===== RECORD EXCERPTS =====

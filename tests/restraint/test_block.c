/* One fitting, one block: every kind of block worked out from a model. */
#include "kent_hand.h"

static const double PI = 3.14159265358979323846;
static const double DEGREE = 3.14159265358979323846 / 180.0; /* rad */

static const kent_hand_case TEST[] = {{"test", KENT_CASE_TEST, 1.5, 1.0e6}};

/* A main of two legs, 200 m each, that turns at B: left in plan by plan, and by rise
 * (m per leg) from a climb into a fall. Soil 150 kPa, cover 1.5 m. */
static kent_build main_that_turns(double plan, double rise)
{
    kent_build b = kent_build_new();
    const double x = 200.0 * cos(plan), y = 200.0 * sin(plan);

    (void)kent_build_point(&b, "A", -200.0, 0.0, 50.0 - rise);
    (void)kent_build_point(&b, "B", 0.0, 0.0, 50.0);
    (void)kent_build_point(&b, "C", x, y, 50.0 - rise);
    (void)kent_build_pipe(&b, "P", "A B C", 0.6, 1000.0);
    (void)kent_build_fixed_level(&b, "A", 150.0);
    (void)kent_build_outflow(&b, "C", 0.0);
    (void)kent_build_soil(&b, "till", 150e3, 19e3, 1.5);
    b.model->ground.water_table = (double)INFINITY;
    return b;
}

static kent_restraints *sized(kent_build *b)
{
    kent_build_derive(b);
    return kent_hand_size(b, TEST, 1);
}

static const kent_holding *holding_of(const kent_build *b, const kent_restraints *r,
                                      const char *id)
{
    return &r->fittings[kent_build_fitting_of(b, id)];
}

static double volume_at_b(kent_build *b)
{
    kent_restraints *r = sized(b);
    const kent_holding *h = holding_of(b, r, "B");
    assert_true(h->held);
    const double volume = h->block.volume + h->block.face_volume;
    kent_restraints_free(r);
    kent_build_clear(b);
    return volume;
}

/* By hand: T = 2 p A sin(11.25 deg) = 117.80 kN; 176.7 kN on 150 kPa is 1.178 m2; axis
 * 1.81 m, height up to 1.2067 m: 1.25 x 0.95 m2 is the least in steps of 5 cm (1.20 x
 * 1.00 is 1.2000, 1.10 x 1.10 is 1.2100); (1.25 - 0.62)/2 = 0.315 m is 0.35 m thick. */
static void a_plan_bend_gets_the_face_worked_out_by_hand(void **state)
{
    (void)state;
    kent_build b = main_that_turns(22.5 * DEGREE, 0.0);
    kent_restraints *r = sized(&b);
    const kent_holding *h = holding_of(&b, r, "B");
    const double area = 0.25 * PI * 0.62 * 0.62;
    const double thrust = 2.0 * 1.0e6 * area * sin(11.25 * DEGREE);

    assert_true(h->held);
    assert_int_equal(h->sense, KENT_SIDEWAYS);
    assert_int_equal(h->block.type, KENT_BLOCK_BEARING);
    assert_close(h->design_thrust, 1.5 * thrust, 1e-12);
    assert_close(h->block.bearing_area, 1.5 * thrust / 150e3, 1e-12);
    assert_close(h->block.bearing_area, 1.178, 1e-3);
    assert_close(h->block.height, 0.95, 1e-12);
    assert_close(h->block.width, 1.25, 1e-12);
    assert_close(h->block.thickness, 0.35, 1e-12);
    assert_close(h->block.volume, 1.25 * 0.95 * 0.35, 1e-12);
    assert_close(h->block.bearing_pressure, 1.5 * thrust / 1.1875, 1e-12);
    assert_close(h->utilisation, h->block.bearing_area / 1.1875, 1e-12);
    assert_close(h->factor_reached * h->utilisation, 1.5, 1e-12);
    assert_false(h->block.has_face);
    assert_close(r->concrete, h->block.volume, 1e-12);
    assert_int_equal(r->not_held, 0);
    kent_restraints_free(r);
    kent_build_clear(&b);
}

static void a_factor_inside_the_soil_value_multiplies_the_one_applied(void **state)
{
    (void)state;
    kent_build b = main_that_turns(22.5 * DEGREE, 0.0);
    b.model->soils[0].factor_inside = 2.0;
    kent_restraints *r = sized(&b);
    const kent_holding *h = holding_of(&b, r, "B");
    const kent_line *asked = kent_derivation_find(&h->derivation, "SFa");
    const kent_line *reached = kent_derivation_find(&h->derivation, "SFt");

    assert_non_null(asked);
    assert_close(asked->value, 3.0, 1e-12);
    assert_close(reached->value, 2.0 * h->factor_reached, 1e-12);
    assert_close(h->block.bearing_area, h->design_thrust / 150e3,
                 1e-12); /* as before */
    kent_restraints_free(r);
    kent_build_clear(&b);
}

static void weaker_soil_never_gets_a_smaller_face(void **state)
{
    (void)state;
    double last = 0.0;

    for (int q = 300; q >= 100; q -= 10) {
        kent_build b = main_that_turns(22.5 * DEGREE, 0.0);
        b.model->soils[0].allowable_bearing = 1e3 * q;
        kent_restraints *r = sized(&b);
        const kent_holding *h = holding_of(&b, r, "B");
        assert_true(h->held);
        assert_true(h->block.width * h->block.height >= last - 1e-12);
        last = h->block.width * h->block.height;
        kent_restraints_free(r);
        kent_build_clear(&b);
    }
}

/* One leg climbs and the other falls at the same slope: the sum is straight up, 2 p A
 * sin(half the turn). */
static void a_crest_gets_a_weight_that_beats_the_lift(void **state)
{
    (void)state;
    const double rise = 200.0 * tan(5.625 * DEGREE);
    kent_build b = main_that_turns(0.0, rise);
    kent_restraints *r = sized(&b);
    const kent_holding *h = holding_of(&b, r, "B");
    const double up = 2.0 * 1.0e6 * 0.25 * PI * 0.62 * 0.62 * sin(5.625 * DEGREE);

    assert_true(h->held);
    assert_int_equal(h->sense, KENT_UPWARD);
    assert_int_equal(h->block.type, KENT_BLOCK_GRAVITY);
    assert_close(h->design_thrust, 1.5 * up, 1e-9);
    assert_true(h->block.volume * 23e3 >= 1.5 * up);
    assert_close(h->utilisation, 1.5 * up / (h->block.volume * 23e3), 1e-12);
    assert_false(h->block.has_face);
    assert_false(h->block.submerged);
    assert_close(h->block.width, h->block.thickness, 1e-12);
    assert_true(h->block.height <= h->block.width);
    kent_hand_expect(h, "straps or rods");
    kent_restraints_free(r);
    kent_build_clear(&b);
}

static void a_crest_in_ground_water_takes_more_concrete(void **state)
{
    (void)state;
    const double rise = 200.0 * tan(5.625 * DEGREE);
    kent_build dry = main_that_turns(0.0, rise), wet = main_that_turns(0.0, rise);
    kent_build deep = main_that_turns(0.0, rise);

    wet.model->ground.water_table = 1.0;
    deep.model->ground.water_table = 9.0; /* below any base */
    const double without = volume_at_b(&dry);
    assert_close(volume_at_b(&deep), without, 1e-12);
    /* sides come in steps, so the volumes are near the ratio of the weights, not on it
     */
    assert_close(volume_at_b(&wet) / without, 23.0 / (23.0 - 9.80665), 0.05);
}

static void a_sag_gets_a_base_on_the_ground_below(void **state)
{
    (void)state;
    kent_build b = main_that_turns(0.0, -200.0 * tan(5.625 * DEGREE));
    b.model->soils[0].vertical_bearing = 100e3;
    kent_restraints *r = sized(&b);
    const kent_holding *h = holding_of(&b, r, "B");
    const double down = 2.0 * 1.0e6 * 0.25 * PI * 0.62 * 0.62 * sin(5.625 * DEGREE);

    assert_true(h->held);
    assert_int_equal(h->sense, KENT_DOWNWARD);
    assert_int_equal(h->block.type, KENT_BLOCK_BASE);
    assert_close(h->block.bearing_area, 1.5 * down / 100e3, 1e-9);
    assert_true(h->block.width * h->block.height >=
                h->block.bearing_area * (1.0 - 1e-5));
    assert_true(h->block.bearing_pressure <= 100e3 * (1.0 + 1e-5));
    assert_close(h->block.bearing_pressure, 100e3 * h->utilisation, 1e-12);
    kent_restraints_free(r);
    kent_build_clear(&b);
}

/* Pressed by the test and lifted almost as much by suction: a base on so little ground
 * would have to be a pillar to weigh enough. */
static void a_sag_that_suction_lifts_hard_gets_a_weight_not_a_pillar(void **state)
{
    (void)state;
    static const kent_hand_case cases[] = {
        {"test", KENT_CASE_TEST, 1.5, 0.5e6},
        {"shut", KENT_CASE_OCCASIONAL, 1.5, -0.45e6}};
    kent_build b = main_that_turns(0.0, -200.0 * tan(5.625 * DEGREE));
    kent_build_derive(&b);
    kent_restraints *r = kent_hand_size(&b, cases, 2);
    const kent_holding *h = holding_of(&b, r, "B");
    const double down = 2.0 * 0.5e6 * 0.25 * PI * 0.62 * 0.62 * sin(5.625 * DEGREE);

    assert_true(h->held);
    assert_int_equal(h->block.type, KENT_BLOCK_GRAVITY);
    assert_true(h->block.height <= h->block.width);
    assert_true(h->block.volume * 23e3 >= 1.5 * 0.9 * down * (1.0 - 1e-6));
    assert_true(h->block.width * h->block.thickness * 150e3 >=
                1.5 * down * (1.0 - 1e-6));
    kent_restraints_free(r);
    kent_build_clear(&b);
}

static void a_turn_in_plan_and_profile_gets_a_weight_and_a_face(void **state)
{
    (void)state;
    kent_build b = main_that_turns(20.0 * DEGREE, 200.0 * tan(5.0 * DEGREE));
    kent_restraints *r = sized(&b);
    const kent_holding *h = holding_of(&b, r, "B");

    assert_true(h->held);
    assert_int_equal(h->block.type, KENT_BLOCK_GRAVITY);
    assert_true(h->block.has_face);
    assert_true(h->block.face_utilisation <= 1.0 + 1e-5);
    assert_close(h->utilisation, fmax(h->block.utilisation, h->block.face_utilisation),
                 1e-12);
    assert_close(r->concrete, h->block.volume + h->block.face_volume, 1e-12);
    assert_close(h->block.face_volume,
                 h->block.face.width * h->block.face.height * h->block.face_thickness,
                 1e-12);
    kent_restraints_free(r);
    kent_build_clear(&b);
}

/* A slight climb into the bend lifts it by less than the block behind the face weighs,
 * a slight fall presses on it: no second block is made. */
static void a_little_lift_is_left_to_the_weight_of_the_bearing_block(void **state)
{
    (void)state;
    for (int way = -1; way <= 1; way += 2) {
        kent_build b = main_that_turns(22.5 * DEGREE, way * 1.2);
        kent_restraints *r = sized(&b);
        const kent_holding *h = holding_of(&b, r, "B");
        const kent_sense sense = way > 0 ? KENT_UPWARD : KENT_DOWNWARD;
        const double vertical = 1.5 * 2.0 * 1.0e6 * 0.25 * PI * 0.62 * 0.62 * 1.2 /
                                hypot(200.0, 1.2); /* each leg slopes by 1.2 in 200 */

        assert_true(h->held);
        assert_int_equal(h->by_sense[sense], 0);
        assert_true(vertical > 0.02 * h->design_thrust);
        assert_int_equal(h->block.type, KENT_BLOCK_BEARING);
        assert_false(h->block.has_face);
        assert_true(vertical <= h->block.volume * 23e3);
        assert_true(kent_hand_says(h, "straps or rods") == (way > 0));
        kent_restraints_free(r);
        kent_build_clear(&b);
    }
}

/* A main of 600 that goes on as 400: 1 MPa on 0.62 m less 0.42 m is 163.4 kN. */
static kent_build main_that_narrows(void)
{
    kent_build b = kent_build_new();

    (void)kent_build_point(&b, "A", 0.0, 0.0, 50.0);
    (void)kent_build_point(&b, "B", 200.0, 0.0, 50.0);
    (void)kent_build_point(&b, "C", 400.0, 0.0, 50.0);
    (void)kent_build_pipe(&b, "P", "A B", 0.6, 1000.0);
    (void)kent_build_pipe(&b, "Q", "B C", 0.4, 1000.0);
    (void)kent_build_fixed_level(&b, "A", 150.0);
    (void)kent_build_outflow(&b, "C", 0.0);
    (void)kent_build_soil(&b, "till", 200e3, 19e3, 1.5);
    b.model->ground.water_table = (double)INFINITY;
    return b;
}

static void a_face_that_the_pipe_runs_through_bears_on_what_is_left(void **state)
{
    (void)state;
    kent_build b = main_that_narrows();
    kent_restraints *r = sized(&b);
    const kent_holding *h = holding_of(&b, r, "B");
    const double hole = 0.25 * PI * 0.62 * 0.62;
    const double thrust = 1.0e6 * (hole - 0.25 * PI * 0.42 * 0.42);
    const double face = h->block.width * h->block.height;

    assert_true(h->held);
    assert_int_equal(h->chosen, KENT_ANCHOR_BLOCK);
    assert_close(h->block.bearing_area, 1.5 * thrust / 200e3, 1e-9);
    assert_true(face >= (h->block.bearing_area + hole) * (1.0 - 1e-5));
    assert_close(h->block.bearing_pressure, 1.5 * thrust / (face - hole), 1e-9);
    kent_hand_expect(h, "undisturbed ground");
    kent_restraints_free(r);
    kent_build_clear(&b);
}

static void every_block_of_many_depths_keeps_the_rules(void **state)
{
    (void)state;
    for (int k = 6; k <= 40; k++) {
        kent_build b = main_that_turns(11.25 * DEGREE, 0.0);
        b.model->ground.cover = 0.1 * k;
        kent_restraints *r = sized(&b);
        const kent_holding *h = holding_of(&b, r, "B");
        const double axis = 0.1 * k + 0.31;
        if (h->held) {
            const double wide = h->block.width / h->block.height;
            assert_true(h->block.height <= axis * 2.0 / 3.0 + 1e-9);
            assert_true(wide >= 1.0 - 1e-9 && wide <= 2.0 + 1e-9);
            assert_true(h->utilisation <= 1.0 + 1e-5);
        } else {
            assert_true(h->block.bearing_area > 0.0);
            assert_true(kent_hand_says(h, "does not fit"));
        }
        kent_restraints_free(r);
        kent_build_clear(&b);
    }
}

int main(void)
{
    const struct CMUnitTest tests[] = {
        cmocka_unit_test(a_plan_bend_gets_the_face_worked_out_by_hand),
        cmocka_unit_test(a_factor_inside_the_soil_value_multiplies_the_one_applied),
        cmocka_unit_test(weaker_soil_never_gets_a_smaller_face),
        cmocka_unit_test(a_crest_gets_a_weight_that_beats_the_lift),
        cmocka_unit_test(a_crest_in_ground_water_takes_more_concrete),
        cmocka_unit_test(a_sag_gets_a_base_on_the_ground_below),
        cmocka_unit_test(a_sag_that_suction_lifts_hard_gets_a_weight_not_a_pillar),
        cmocka_unit_test(a_turn_in_plan_and_profile_gets_a_weight_and_a_face),
        cmocka_unit_test(a_little_lift_is_left_to_the_weight_of_the_bearing_block),
        cmocka_unit_test(a_face_that_the_pipe_runs_through_bears_on_what_is_left),
        cmocka_unit_test(every_block_of_many_depths_keeps_the_rules),
    };
    return cmocka_run_group_tests(tests, NULL, NULL);
}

=====

DIRECTIONS
Quote the records from their first line to the line with "static const double DEGREE", inclusive, without adding or dropping anything.

RESPONSE TO THE EXERCISE
filename tests/restraint/test_block.c
/* One fitting, one block: every kind of block worked out from a model. */
#include "kent_hand.h"

static const double PI = 3.14159265358979323846;
static const double DEGREE = 3.14159265358979323846 / 180.0; /* rad */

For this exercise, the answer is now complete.